(Stored items from a collection)

━━━━━━━━━━━━━━━━━━━━━━━━━━━━━━

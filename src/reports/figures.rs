//! Figures for reports, at the edge of the pipeline: plain plot descriptions (numbers, labels,
//! palette indices) in, `<stem>.png` and `<stem>.svg` out.  The physics core builds and tests
//! without this module; nothing here feeds back into results.
//!
//! Four figure kinds cover what the sweeps produce: line plots (gaps, critical temperatures,
//! free energies along a cut), colour maps on a parameter grid with an outlined sub-region
//! (e.g. where the modulated state wins), categorical phase diagrams (regions, transition lines,
//! metastability bands, special points) and real-space density maps beside their Fourier
//! amplitudes.
//!
//! Rendering notes:
//! * Text uses an embedded DejaVu Sans (assets/), registered once with plotters' `ab_glyph`
//!   support under the family name `sans-serif`; no system font or fontconfig is needed.
//! * PNGs are drawn at twice the size and averaged down (anti-aliasing); SVGs are drawn at 1:1.
//! * Axes, ticks, legends and colour bars are laid out here rather than by plotters' chart
//!   builder, so that tick labels, legend placement and colour bars are under our control; plotters
//!   serves as the drawing backend.
//! * Both files are written atomically (see [`super::atomic`]); nothing half-written appears.

use super::atomic::{self, TempPathError};
use plotters::coord::Shift;
use plotters::element::{
    BitMapElement, Circle, DashedPathElement, PathElement, Polygon, Rectangle,
};
use plotters::prelude::{BitMapBackend, DrawingArea, DrawingBackend, IntoDrawingArea, SVGBackend};
use plotters::style::text_anchor::{HPos, Pos, VPos};
use plotters::style::{
    register_font, Color, FontDesc, FontFamily, FontStyle, FontTransform, RGBAColor, RGBColor,
    ShapeStyle, TextStyle,
};
use std::collections::HashMap;
use std::io;
use std::path::{Path, PathBuf};
use std::sync::atomic::{AtomicBool, Ordering};
use std::sync::Once;

// ---------------------------------------------------------------------------------------------
// Public data types
// ---------------------------------------------------------------------------------------------

/// Line pattern of a curve.  In phase diagrams: second-order lines solid, first-order dashed.
#[derive(Clone, Copy, Debug, Default, PartialEq, Eq)]
pub enum Dash {
    #[default]
    Solid,
    Dashed,
    Dotted,
}

/// A curve.  Non-finite points split the curve into separate pieces; a single finite point is
/// drawn as a dot.  An empty label keeps the curve out of the legend.
#[derive(Clone, Debug, Default, PartialEq)]
pub struct Series {
    pub label: String,
    pub points: Vec<(f64, f64)>,
    pub dash: Dash,
    /// Index into the line palette (taken modulo its length).
    pub color: usize,
}

/// A special point (tricritical, Lifshitz, ...).  The marker shape follows the marker's position
/// in its list, the fill colour is the palette index.
#[derive(Clone, Debug, Default, PartialEq)]
pub struct Marker {
    pub label: String,
    pub x: f64,
    pub y: f64,
    pub color: usize,
}

/// A shaded region between two curves (e.g. the metastability band between two spinodals): the
/// polygon `lower` followed by `upper` reversed, so both curves run in the same direction.
/// With `upper` empty, `lower` alone is taken as a closed polygon.  The two curves are also
/// drawn as thin lines.  Non-finite points are skipped.
#[derive(Clone, Debug, Default, PartialEq)]
pub struct Band {
    pub label: String,
    pub lower: Vec<(f64, f64)>,
    pub upper: Vec<(f64, f64)>,
    pub color: usize,
}

/// Curves, bands and markers on linear axes.  Axis labels carry their units.
#[derive(Clone, Debug, Default, PartialEq)]
pub struct LinePlot {
    pub title: String,
    pub x_label: String,
    pub y_label: String,
    pub series: Vec<Series>,
    pub markers: Vec<Marker>,
    pub bands: Vec<Band>,
    /// Small text lines (parameters of the run, ...) drawn in a free corner.
    pub notes: Vec<String>,
}

/// A colour map on a rectangular grid (cell centres `xs` × `ys`, each strictly monotonic) with
/// an outlined sub-region and optional curves and markers on top.
#[derive(Clone, Debug, Default, PartialEq)]
pub struct MapPlot {
    pub title: String,
    pub x_label: String,
    pub y_label: String,
    pub colorbar_label: String,
    pub xs: Vec<f64>,
    pub ys: Vec<f64>,
    /// Row-major, `values[iy * xs.len() + ix]`; `None` (or a non-finite value) marks a failed
    /// point, drawn grey.
    pub values: Vec<Option<f64>>,
    /// Same shape as `values`, or empty for no outline.  The boundary of the `true` cells is
    /// drawn as a thick contour and the region is hatched.
    pub outline: Vec<bool>,
    /// Legend text of the outlined region (empty: no legend entry).
    pub outline_label: String,
    pub series: Vec<Series>,
    pub markers: Vec<Marker>,
}

/// A categorical phase diagram on a grid (cell centres `xs` × `ys`, each strictly monotonic).
#[derive(Clone, Debug, Default, PartialEq)]
pub struct RegionPlot {
    pub title: String,
    pub x_label: String,
    pub y_label: String,
    pub xs: Vec<f64>,
    pub ys: Vec<f64>,
    /// Row-major region index per cell, `regions[iy * xs.len() + ix]`; `None` = no solution.
    pub regions: Vec<Option<usize>>,
    /// Legend names of the region indices (an index without a name is called "region k").
    pub region_names: Vec<String>,
    /// Transition lines (second-order solid, first-order dashed, by convention).
    pub series: Vec<Series>,
    /// Metastability bands between spinodals.
    pub bands: Vec<Band>,
    /// Tricritical, Lifshitz, ... points.
    pub markers: Vec<Marker>,
    /// Text drawn at a data position, e.g. the name of a phase inside its region.
    pub labels: Vec<(String, f64, f64)>,
}

/// A real-space density over a square field of view beside its Fourier amplitudes.
#[derive(Clone, Debug, Default, PartialEq)]
pub struct DensityPlot {
    pub title: String,
    /// Side of the field of view in nm; the map covers `[-fov/2, fov/2]^2`.
    pub fov_nm: f64,
    /// Samples per side.
    pub n: usize,
    /// `n × n` samples, row-major with y outer (`density[iy * n + ix]`), `iy = 0` at `y = -fov/2`.
    /// Sample `(ix, iy)` sits at the centre of its cell of side `fov/n`.
    pub density: Vec<f64>,
    pub colorbar_label: String,
    /// Fourier peaks `(kx, ky, amplitude, label)`, k in 1/nm, drawn as discs whose area is
    /// proportional to the amplitude.
    pub peaks: Vec<(f64, f64, f64, String)>,
    /// Half-width of the Fourier panel in 1/nm (non-positive: chosen from the peaks).
    pub k_extent: f64,
}

/// Why a figure could not be written.  Every variant names the file concerned.
#[derive(Debug, thiserror::Error)]
pub enum FigureError {
    /// The plot description is inconsistent (grid shape, non-monotonic axis, ...).
    #[error("figure {}: invalid input: {reason}", .path.display())]
    InvalidInput { path: PathBuf, reason: String },
    /// The drawing backend or the PNG encoder failed.
    #[error("figure {}: drawing failed: {message}", .path.display())]
    Draw { path: PathBuf, message: String },
    /// The file system refused the file (missing directory, permissions, disk full, ...).
    #[error("figure {}: cannot write: {source}", .path.display())]
    Io {
        path: PathBuf,
        #[source]
        source: io::Error,
    },
    /// The embedded font could not be parsed (should never happen).
    #[error("figure {}: embedded font could not be loaded", .path.display())]
    Font { path: PathBuf },
}

/// Writes `<stem>.png` and `<stem>.svg` of a line plot.
pub fn write_line_plot(plot: &LinePlot, stem: &Path) -> Result<(), FigureError> {
    write_figure(plot, stem)
}

/// Writes `<stem>.png` and `<stem>.svg` of a colour map.
pub fn write_map_plot(plot: &MapPlot, stem: &Path) -> Result<(), FigureError> {
    let err = |reason: String| FigureError::InvalidInput {
        path: stem.to_path_buf(),
        reason,
    };
    check_grid(&plot.xs, &plot.ys, plot.values.len(), "values").map_err(err)?;
    if !plot.outline.is_empty() && plot.outline.len() != plot.values.len() {
        return Err(err(format!(
            "outline has {} cells, values have {}",
            plot.outline.len(),
            plot.values.len()
        )));
    }
    write_figure(plot, stem)
}

/// Writes `<stem>.png` and `<stem>.svg` of a categorical phase diagram.
pub fn write_region_plot(plot: &RegionPlot, stem: &Path) -> Result<(), FigureError> {
    check_grid(&plot.xs, &plot.ys, plot.regions.len(), "regions").map_err(|reason| {
        FigureError::InvalidInput {
            path: stem.to_path_buf(),
            reason,
        }
    })?;
    write_figure(plot, stem)
}

/// Writes `<stem>.png` and `<stem>.svg` of a density map and its Fourier amplitudes.
pub fn write_density_plot(plot: &DensityPlot, stem: &Path) -> Result<(), FigureError> {
    let err = |reason: String| FigureError::InvalidInput {
        path: stem.to_path_buf(),
        reason,
    };
    if plot.n.checked_mul(plot.n) != Some(plot.density.len()) {
        return Err(err(format!(
            "density has {} samples, expected n*n with n = {}",
            plot.density.len(),
            plot.n
        )));
    }
    if plot.n > 0 && !(plot.fov_nm.is_finite() && plot.fov_nm > 0.0) {
        return Err(err(format!(
            "field of view must be positive, got {} nm",
            plot.fov_nm
        )));
    }
    write_figure(plot, stem)
}
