//! Tests of the model's constructor and typed parameter points: a model built in code equals the
//! same model from TOML, `with` equals re-parsing the edited configuration with g pinned, and a
//! common offset shift keeps nu and the mismatch in step with the shifted pockets.

use super::*;
use crate::config::{ConfigSource, Override, PinnedCouplings};

/// An anisotropic, rotated electron pocket and a displaced hole pocket (inline TOML tables).
const NESTED: &str = r#"
pocket = [
  { name = "e", kind = "electron", center = [0.0, 0.0], mass = [0.2, 0.3], offset = -100.0, angle = 10.0 },
  { name = "h", kind = "hole", center = [0.1, 0.0], mass = 0.25, offset = 101.0 },
]
channel = [{ name = "eh", pockets = ["e", "h"], lambda = 0.25, cutoff = 5.0 }]
"#;

/// A degenerate parabolic pocket given by masses (electron masses) and offset (meV).
fn parabolic(
    name: &str,
    kind: PocketKind,
    at: [f64; 3],
    mass: [f64; 2],
    offset: f64,
) -> PocketSpec {
    PocketSpec {
        name: name.into(),
        kind,
        center: [at[0], at[1]],
        angle_deg: at[2],
        dispersion: DispersionSpec::Mass { mass, offset },
        spin: SpinSpec::Degenerate,
    }
}

/// The model of `NESTED`, built in code.
fn in_code() -> Model {
    let e = parabolic(
        "e",
        PocketKind::Electron,
        [0.0, 0.0, 10.0],
        [0.2, 0.3],
        -100.0,
    );
    let h = parabolic("h", PocketKind::Hole, [0.1, 0.0, 0.0], [0.25, 0.25], 101.0);
    let eh = ChannelSpec {
        name: Some("eh".into()),
        pockets: [0, 1],
        coupling: CouplingInput::Lambda(0.25),
        cutoff: 5.0,
        spin_matrix: SpinMatrix::Identity,
        overlap: 1.0,
    };
    Model::new(vec![e, h], vec![eh], None).unwrap()
}

/// Every derived number of a channel, for exact comparison.
fn numbers(m: &Model) -> Vec<f64> {
    let mut out = Vec::new();
    for p in m.pockets() {
        out.extend([p.offset(), p.angle(), p.center()[0], p.density(), p.dos()]);
    }
    for c in m.channels() {
        let r = c.mismatch_range();
        out.extend([
            c.g(),
            c.nu(),
            c.mismatch(),
            r[0],
            r[1],
            c.cutoff(),
            c.overlap(),
        ]);
    }
    out
}

fn from_toml(text: &str, sets: &[&str], pinned: Option<&PinnedCouplings>) -> Model {
    let ovs: Vec<Override> = sets.iter().map(|s| Override::parse(s).unwrap()).collect();
    ConfigSource::from_text("test", text)
        .unwrap()
        .with_overrides(&ovs)
        .unwrap()
        .build(pinned)
        .unwrap()
}

/// The same model from specs in code and from TOML: identical numbers (bit for bit).
#[test]
fn model_in_code_equals_model_from_toml() {
    let a = in_code();
    let b = from_toml(NESTED, &[], None);
    assert_eq!(numbers(&a), numbers(&b));
    assert_eq!(a.channels()[0].label(), b.channels()[0].label());
    assert_eq!(a.warnings(), b.warnings());
}

/// `with` on typed parameters equals the edited configuration rebuilt with g pinned at the base;
/// setting lambda unpins the channel.
#[test]
fn with_equals_the_edited_configuration() {
    let base = in_code();
    let pinned = PinnedCouplings(vec![base.channels()[0].g()]);
    let cases: [(&str, Option<usize>, &str, f64); 4] = [
        ("offset", None, "h.offset=102.5", 102.5),
        ("mass", Some(1), "e.mass.y=0.35", 0.35),
        ("angle", None, "e.angle=-20", -20.0),
        ("cutoff", None, "eh.cutoff=4", 4.0),
    ];
    for (key, c, set, v) in cases {
        let target = set.split('.').next().unwrap();
        let p = base.param(target, key, c).unwrap();
        let typed = base.with(&[(p, v)]).unwrap();
        let text = from_toml(NESTED, &[set], Some(&pinned));
        assert_eq!(numbers(&typed), numbers(&text), "{set}");
    }
    let p = base.param("eh", "lambda", None).unwrap();
    let typed = base.with(&[(p, 0.3)]).unwrap();
    let text = from_toml(NESTED, &["eh.lambda=0.3"], None);
    assert_eq!(numbers(&typed), numbers(&text));
    assert!(base.param("zz", "offset", None).is_err());
    assert!(base.param("e", "colour", None).is_err());
}

/// A common offset shift moves the mismatch by the shift and recomputes nu (no stale values);
/// g stays pinned.
#[test]
fn offset_shift_recomputes_the_channel() {
    let base = in_code();
    let s = base.with(&[(Param::OffsetShift, 0.5)]).unwrap();
    let (c0, c1) = (&base.channels()[0], &s.channels()[0]);
    assert_eq!(c0.g(), c1.g());
    assert!((c1.mismatch() - c0.mismatch() - 0.5).abs() < 1e-9);
    assert_eq!(s.pockets()[1].offset(), 101.5);
    assert!(base.with(&[(Param::OffsetShift, 200.0)]).is_err());
}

━━━━━━━━━━━━━━━━━━━━━━━━━━━━━━

* **WHAT YOU SHOULD DO**
Restate word for word only the lines above from the line containing "pinned: Option<&PinnedCouplings>) ->" to the line containing "let a = in_code();", both of them included.

* **EXERCISE OUTPUT**
fn from_toml(text: &str, sets: &[&str], pinned: Option<&PinnedCouplings>) -> Model {
    let ovs: Vec<Override> = sets.iter().map(|s| Override::parse(s).unwrap()).collect();
    ConfigSource::from_text("test", text)
        .unwrap()
        .with_overrides(&ovs)
        .unwrap()
        .build(pinned)
        .unwrap()
}

/// The same model from specs in code and from TOML: identical numbers (bit for bit).
#[test]
fn model_in_code_equals_model_from_toml() {
    let a = in_code();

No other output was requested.